### YOUR OBJECTIVE:
Find every line in the records below that contains "sqrt", and copy it.

<<<<

// ---------------------------------------------------------------------------------------------
// scipy reference vectors
// ---------------------------------------------------------------------------------------------

/// Welch PSDs bin by bin against `scipy.signal.welch(x, fs, window, nperseg, noverlap,
/// return_onesided=False, scaling='density', detrend=False)`, fftshifted (scipy reference
/// vectors; versions in tests/reference/VERSIONS.txt).
///
/// Tolerance: scipy works in float64, we transform in float32. A float32 FFT's error in `X[k]`
/// is about ε·√(log₂N) times the RMS of the spectrum (ε = 6·10⁻⁸), so the error in `|X[k]|²` is
/// bounded by `2·|X[k]|·δ`: relative to the bin where the bin is strong, relative to
/// `√(P[k]·P̄)` where it is weak. We allow `10⁻⁵·P[k] + 10⁻⁵·√(P[k]·P̄)` — about ten times the
/// estimate for N = 1024 — which still catches any scaling, window, ordering or framing error
/// (those are 10⁻³ or far larger).
#[test]
fn welch_psd_matches_scipy_bin_by_bin() {
    let index = reference();
    let rate = num(&index["sample_rate_hz"]);
    let mut cases = 0;
    for sig in index["signals"].as_array().unwrap() {
        let name = sig["name"].as_str().unwrap();
        let x = read_cf32(sig["samples_file"].as_str().unwrap());
        assert_eq!(x.len() as f64, num(&index["samples"]), "{name}: sample count");
        let all = read_f64(sig["psd_file"].as_str().unwrap());
        let mut worst = 0.0f64;
        for case in sig["psd"].as_array().unwrap() {
            let window = window_of(&case["window"]);
            let n = num(&case["nperseg"]) as usize;
            let noverlap = num(&case["noverlap"]) as usize;
            let config = cfg(n, window, noverlap as f64 / n as f64);
            assert_eq!(config.hop(), n - noverlap, "{name} {window} N={n}: hop");
            let spec = average(&x, config, rate, 0.0);
            // scipy drops the incomplete last segment, as the engine does.
            assert_eq!(spec.frames as f64, num(&case["segments"]), "{name} {window} N={n}");
            let off = num(&case["offset"]) as usize;
            let expect = &all[off..off + n];
            let mean = expect.iter().sum::<f64>() / n as f64;
            for (k, (&ours, &theirs)) in spec.psd.iter().zip(expect).enumerate() {
                let allowed = 1e-5 * theirs + 1e-5 * (theirs * mean).sqrt();
                let err = (ours - theirs).abs();
                assert!(
                    err <= allowed,
                    "{name} {window} N={n}: first differing bin {k} ({:.1} Hz): ours {ours:e}, \
                     scipy {theirs:e}",
                    spec.freq_of_bin(k as f64)
                );
                worst = worst.max(err / (theirs + (theirs * mean).sqrt()));
            }
            // Same scaling convention exactly: P = |X|²/(fs·S2), mean over segments.
            let ratio = spec.psd.iter().sum::<f64>() / expect.iter().sum::<f64>();
            assert!((ratio - 1.0).abs() < 1e-6, "{name} {window} N={n}: total ratio {ratio}");
            cases += 1;
        }
        eprintln!("scipy welch, {name}: worst normalised bin error {worst:.2e}");
    }
    assert_eq!(cases, 4 * 7 * 3, "every reference case was compared");
}

/// Window coefficients and figures of merit against `scipy.signal.get_window` (periodic), with
/// S1, S2, ENBW, coherent gain, scalloping and highest side lobe computed numerically by the
/// script (scipy reference vectors). These agree with Harris 1978 table I, which
/// src/dsp/window.rs checks separately.
#[test]
fn window_figures_match_scipy() {
    let index = reference();
    let mut checked = 0;
    for r in index["windows"].as_array().unwrap() {
        let kind = window_of(&r["window"]);
        let n = num(&r["n"]) as usize;
        let w = Window::new(kind, n);
        let what = format!("{kind} N={n}");
        if let Some(coeffs) = r.get("coefficients") {
            let exact = kind.coefficients(n);
            for (i, (ours, theirs)) in exact.iter().zip(coeffs.as_array().unwrap()).enumerate() {
                assert!((ours - num(theirs)).abs() < 1e-14, "{what}: coefficient {i}: {ours}");
            }
        }
        let close = |ours: f64, key: &str, tol: f64| {
            let theirs = num(&r[key]);
            assert!(
                (ours - theirs).abs() <= tol * theirs.abs().max(1.0),
                "{what}: {key} {ours} vs {theirs}"
            );
        };
        close(w.s1, "s1", 1e-12);
        close(w.s2, "s2", 1e-12);
        close(w.enbw_bins(), "enbw_bins", 1e-12);
        close(w.coherent_gain(), "coherent_gain", 1e-12);
        // The response is computed from the f32 coefficients the FFT really uses, so it agrees with
        // scipy's float64 figure to float32 precision (~1e-7), not better.
        close(w.scalloping_loss_db(), "scalloping_db", 1e-7);
        // Both walk the same 1/64-bin grid, so they find the same side-lobe sample.
        close(w.highest_sidelobe_db(), "highest_sidelobe_db", 1e-3);
        checked += 1;
    }
    assert_eq!(checked, 8 * 4);
}

/// `bessel_i0` against `scipy.special.i0` (scipy reference vectors) over the Kaiser β range.
#[test]
fn bessel_i0_matches_scipy() {
    for r in reference()["special"]["i0"].as_array().unwrap() {
        let (x, theirs) = (num(&r["x"]), num(&r["value"]));
        let ours = bandwarden::dsp::window::bessel_i0(x);
        assert!((ours - theirs).abs() <= 1e-13 * theirs, "I0({x}): {ours} vs {theirs}");
    }
}

/// `gamma_p` against `scipy.special.gammainc`, and the unit-mean Gamma quantile against
/// `scipy.special.gammaincinv(a, q)/a` (scipy reference vectors). Shapes cover one periodogram
/// (a = 1) up to hundreds of averages.
#[test]
fn incomplete_gamma_matches_scipy() {
    let special = &reference()["special"];
    let mut worst = 0.0f64;
    for r in special["gammainc"].as_array().unwrap() {
        let (a, x, theirs) = (num(&r["a"]), num(&r["x"]), num(&r["p"]));
        let ours = gamma_p(a, x);
        assert!((ours - theirs).abs() < 1e-12, "P({a}, {x}): {ours} vs {theirs}");
        worst = worst.max((ours - theirs).abs());
    }
    for r in special["gamma_quantile_unit_mean"].as_array().unwrap() {
        let (a, q, theirs) = (num(&r["a"]), num(&r["q"]), num(&r["value"]));
        let ours = gamma_quantile_unit_mean(q, a);
        assert!((ours - theirs).abs() <= 1e-9 * theirs, "quantile({q}, {a}): {ours} vs {theirs}");
    }
    eprintln!("gamma_p: worst absolute error {worst:.1e}");
}
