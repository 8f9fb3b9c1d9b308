//! `bandwarden log`: record how busy each channel of a plan is, unattended, for hours or weeks.
//!
//! The reader thread feeds sample blocks; this thread turns them into measurement samples (one
//! averaged STFT row each, see [`crate::measure::occupancy`]) and writes the records of
//! [`crate::output::log`] as they become final. A run ends at the end of the input, after
//! `--seconds`, or on SIGINT/SIGTERM; in every case the open interval and any open emission are
//! written with `"partial": true`, then a `stop` record, and the process exits 0. A second
//! SIGINT/SIGTERM during that short wind-down exits at once (code 130/143) for users who insist.
//!
//! Live input (stdin) is read in small blocks so records follow the signal closely; if processing
//! falls behind, whole blocks are dropped, counted and logged (`dropped` records), never hidden.
//! `--no-drop` makes the reader wait instead (the writer upstream then blocks).

use crate::app::note;
use crate::cli::{DspArgs, InputArgs};
use crate::dsp::average::SpectrumSum;
use crate::dsp::stft::welch_dof;
use crate::dsp::{Engine, EngineConfig, Spectrum, Window};
use crate::measure::occupancy::{
    self, frames_per_sample, noise_false_occupancy, ChannelDef, Event, Occupancy, Timing,
    DEFAULT_HANG_S, DEFAULT_INTERVAL_S, FLOOR_MEMORY_S, FLOOR_SMOOTHING_S, OBW_PERCENT,
};
use crate::output::log::{
    ChannelRecord, DroppedRecord, EmissionRecord, IntervalRecord, LogFormat, LogWriter, Record,
    StartRecord, StopRecord,
};
use crate::output::progress::Progress;
use crate::pipeline::Input;
use crate::plan::{ChannelArgs, Plan};
use crate::source::reader::{Block, ReaderOptions};
use crate::source::{self, SourceInfo};
use crate::units::{db, parse_duration};
use anyhow::{bail, Context, Result};
use crossbeam_channel::RecvTimeoutError;
use std::io::Write;
use std::process::ExitCode;
use std::sync::atomic::{AtomicBool, Ordering};
use std::sync::Arc;
use std::time::Duration;
use time::macros::format_description;
use time::{OffsetDateTime, UtcOffset};
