impl Occupancy {
    pub fn new(timing: Timing, channels: Vec<ChannelDef>) -> Occupancy {
        let channels = channels
            .into_iter()
            .map(|def| ChannelState {
                def,
                in_view: true,
                bins: (0, 0),
                acc: IntervalAcc::default(),
                open: None,
                seen: [Seen::default(); SPAN],
                last_share: 0.0,
                ring: Vec::new(),
                psd_sum: Vec::new(),
            })
            .collect();
        Occupancy {
            noise: NoiseTracker::new(timing.floor_alpha, timing.floor_rows),
            timing,
            channels,
            rows: [None; SPAN],
            pushed: 0,
            interval: None,
            next_interval: 0,
            last_row_end: 0,
            gaps: Vec::new(),
            grid: None,
        }
    }

    /// Marks the channels whose `in_view` is false (by plan order) as never in view: see
    /// [`IntervalSummary::in_view`].
    pub fn with_view(mut self, in_view: &[bool]) -> Occupancy {
        for (ch, &v) in self.channels.iter_mut().zip(in_view) {
            ch.in_view = v;
        }
        self
    }

    pub fn timing(&self) -> &Timing {
        &self.timing
    }

    /// The tracked noise density (FS²/Hz), 0 before the first row.
    pub fn noise_density(&self) -> f64 {
        self.noise.current()
    }

    /// Takes one measurement sample; finished intervals and emissions are appended to `out`
    /// (those of the row `DELAY` rows back, which is settled now).
    pub fn push(&mut self, row: &Spectrum, out: &mut Vec<Event>) {
        if self.grid.is_none() {
            self.learn_grid(row);
        }
        let (start, end) = self.timing.row_span(row);
        let density = self.noise.push(row);
        let slot = self.pushed % RING;
        self.pushed += 1;
        self.rows.rotate_left(1);
        self.rows[SPAN - 1] =
            Some(RowNote { start, end, interval: start / self.timing.interval, density, slot });
        for ch in self.channels.iter_mut() {
            ch.seen.rotate_left(1);
            ch.seen[SPAN - 1] = if ch.in_view {
                let r = read_channel(row, &ch.def, density);
                Seen { power: r.power, noise_power: r.noise_power, occupied: r.occupied }
            } else {
                Seen::default()
            };
            let w = ch.width();
            ch.ring[slot * w..(slot + 1) * w].copy_from_slice(&row.psd[ch.bins.0..=ch.bins.1]);
        }
        self.settle(out);
    }

    /// Notes that samples `[from, to)` were lost: the rows before it are settled, and open
    /// emissions end there, flagged partial.
    pub fn gap(&mut self, from: u64, to: u64, out: &mut Vec<Event>) {
        if to <= from {
            return;
        }
        self.drain(out);
        self.close_emissions(out);
        self.gaps.push((from, to));
    }

    /// Ends the run: the rows still waiting are settled, then the open interval (ending at
    /// `input_end`, one past the last input sample) and any open emission are reported with
    /// `partial` set.
    ///
    /// Every interval of the input gets its records, also those in which not one sample could
    /// be measured (all their input lost): `samples` 0, with the loss counted, so a table grouped
    /// by interval has no missing rows.
    pub fn finish(&mut self, input_end: u64, out: &mut Vec<Event>) {
        self.drain(out);
        self.close_emissions(out);
        let end_of_input = input_end.max(self.last_row_end);
        if end_of_input == 0 {
            return;
        }
        let last = ((end_of_input - 1) / self.timing.interval).max(self.interval.unwrap_or(0));
        self.report_before(last, out);
        let end = (last + 1).saturating_mul(self.timing.interval).min(end_of_input);
        self.close_interval(last, end, true, out);
        self.interval = None;
        self.next_interval = last.saturating_add(1);
    }

    /// Settles every row still waiting, as if nothing were known after the last one; the
    /// history starts afresh.
    fn drain(&mut self, out: &mut Vec<Event>) {
        for _ in 0..DELAY {
            self.rows.rotate_left(1);
            self.rows[SPAN - 1] = None;
            for ch in self.channels.iter_mut() {
                ch.seen.rotate_left(1);
            }
            self.settle(out);
        }
        self.rows = [None; SPAN];
    }

    /// Settles the row `DELAY` back, if there is one: its interval, each channel's share of it
    /// and the emissions it starts, extends or ends.
    fn settle(&mut self, out: &mut Vec<Event>) {
        let Some(note) = self.rows[DELAY] else { return };
        if self.interval != Some(note.interval) {
            self.report_before(note.interval, out);
            self.interval = Some(note.interval);
        }
        let known: [bool; SPAN] = std::array::from_fn(|i| self.rows[i].is_some());
        let hang = self.timing.hang_samples;
        let stride = (note.end - note.start) as f64;
        for (index, ch) in self.channels.iter_mut().enumerate() {
            let here = ch.seen[DELAY];
            let share = share(&ch.seen, &known);
            let acc = &mut ch.acc;
            acc.rows += 1;
            acc.occupied += share;
            acc.power_sum += here.power;
            acc.peak = acc.peak.max(here.power);
            acc.floor_sum += note.density;
            if !here.occupied && share == 0.0 {
                acc.quiet_rows += 1;
                acc.quiet_power_sum += here.power;
            }
            if here.occupied {
                if ch.open.is_none() {
                    ch.psd_sum.iter_mut().for_each(|s| *s = 0.0);
                    // The shares of this row and of the quiet one before it, counted back
                    // from the end of this one (the emission fills the end of the one and
                    // the start of the other).
                    let before = if known[DELAY - 1] { ch.last_share } else { 0.0 };
                    let start = note.end.saturating_sub((stride * (share + before)).round() as u64);
                    out.push(Event::Opened(EmissionStart { channel: index, start_sample: start }));
                    ch.open = Some(OpenEmission {
                        start,
                        last: (note.start, note.end, share),
                        tail: 0.0,
                        rows: 0,
                        power_sum: 0.0,
                        peak: 0.0,
                        floor_sum: 0.0,
                        quiet_rows: 0,
                    });
                }
                let e = ch.open.as_mut().expect("open");
                e.last = (note.start, note.end, share);
                e.tail = 0.0;
                e.rows += 1;
                e.power_sum += here.power;
                e.peak = e.peak.max(here.power);
                e.floor_sum += note.density;
                e.quiet_rows = 0;
                let w = ch.bins.1 + 1 - ch.bins.0;
                let bins = &ch.ring[note.slot * w..(note.slot + 1) * w];
                for (s, p) in ch.psd_sum.iter_mut().zip(bins) {
                    *s += p;
                }
            } else if let Some(e) = ch.open.as_mut() {
                e.quiet_rows += 1;
                if e.quiet_rows == 1 {
                    e.tail = share;
                }
                if e.quiet_rows >= hang {
                    let e = ch.open.take().expect("open");
                    out.push(Event::Emission(summarise(index, ch, e, self.grid, false)));
                }
            }
            ch.last_share = share;
        }
        self.last_row_end = note.end;
    }

    /// Reports every interval before `k` not reported yet: the open one with its samples, any
    /// after it (its input all lost) with none.
    fn report_before(&mut self, k: u64, out: &mut Vec<Event>) {
        while self.next_interval < k {
            let j = self.next_interval;
            let end = (j + 1).saturating_mul(self.timing.interval);
            self.close_interval(j, end, false, out);
            self.next_interval += 1;
        }
    }

    fn close_emissions(&mut self, out: &mut Vec<Event>) {
        for (index, ch) in self.channels.iter_mut().enumerate() {
            if let Some(e) = ch.open.take() {
                out.push(Event::Emission(summarise(index, ch, e, self.grid, true)));
            }
            ch.last_share = 0.0;
        }
    }

    fn close_interval(&mut self, k: u64, end: u64, partial: bool, out: &mut Vec<Event>) {
        let start = k.saturating_mul(self.timing.interval);
        let dropped: u64 =
            self.gaps.iter().map(|&(a, b)| b.min(end).saturating_sub(a.max(start))).sum();
        self.gaps.retain(|&(_, b)| b > end);
        for (index, ch) in self.channels.iter_mut().enumerate() {
            let acc = std::mem::take(&mut ch.acc);
            let n = acc.rows.max(1) as f64;
            out.push(Event::Interval(IntervalSummary {
                channel: index,
                start_sample: start,
                end_sample: end,
                samples: acc.rows,
                occupied: acc.occupied,
                mean_power: acc.power_sum / n,
                peak_power: acc.peak,
                noise_density: acc.floor_sum / n,
                quiet_samples: acc.quiet_rows,
                quiet_power: acc.quiet_power_sum / acc.quiet_rows.max(1) as f64,
                dropped_samples: dropped,
                partial,
                in_view: ch.in_view,
            }));
        }
    }

    fn learn_grid(&mut self, row: &Spectrum) {
        let n = row.fft_size as isize;
        for ch in &mut self.channels {
            let first = (row.bin_of_freq(ch.def.low_hz) - 0.5).floor().clamp(0.0, (n - 1) as f64);
            let last = (row.bin_of_freq(ch.def.high_hz) + 0.5).ceil().clamp(first, (n - 1) as f64);
            ch.bins = (first as usize, last as usize);
            ch.psd_sum = vec![0.0; ch.width()];
            ch.ring = vec![0.0; RING * ch.width()];
        }
        self.grid = Some(BinRun::part(row, 0, &[]));
    }
}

>>>>

### EXERCISE ANSWER:
                let allowed = 1e-5 * theirs + 1e-5 * (theirs * mean).sqrt();
                worst = worst.max(err / (theirs + (theirs * mean).sqrt()));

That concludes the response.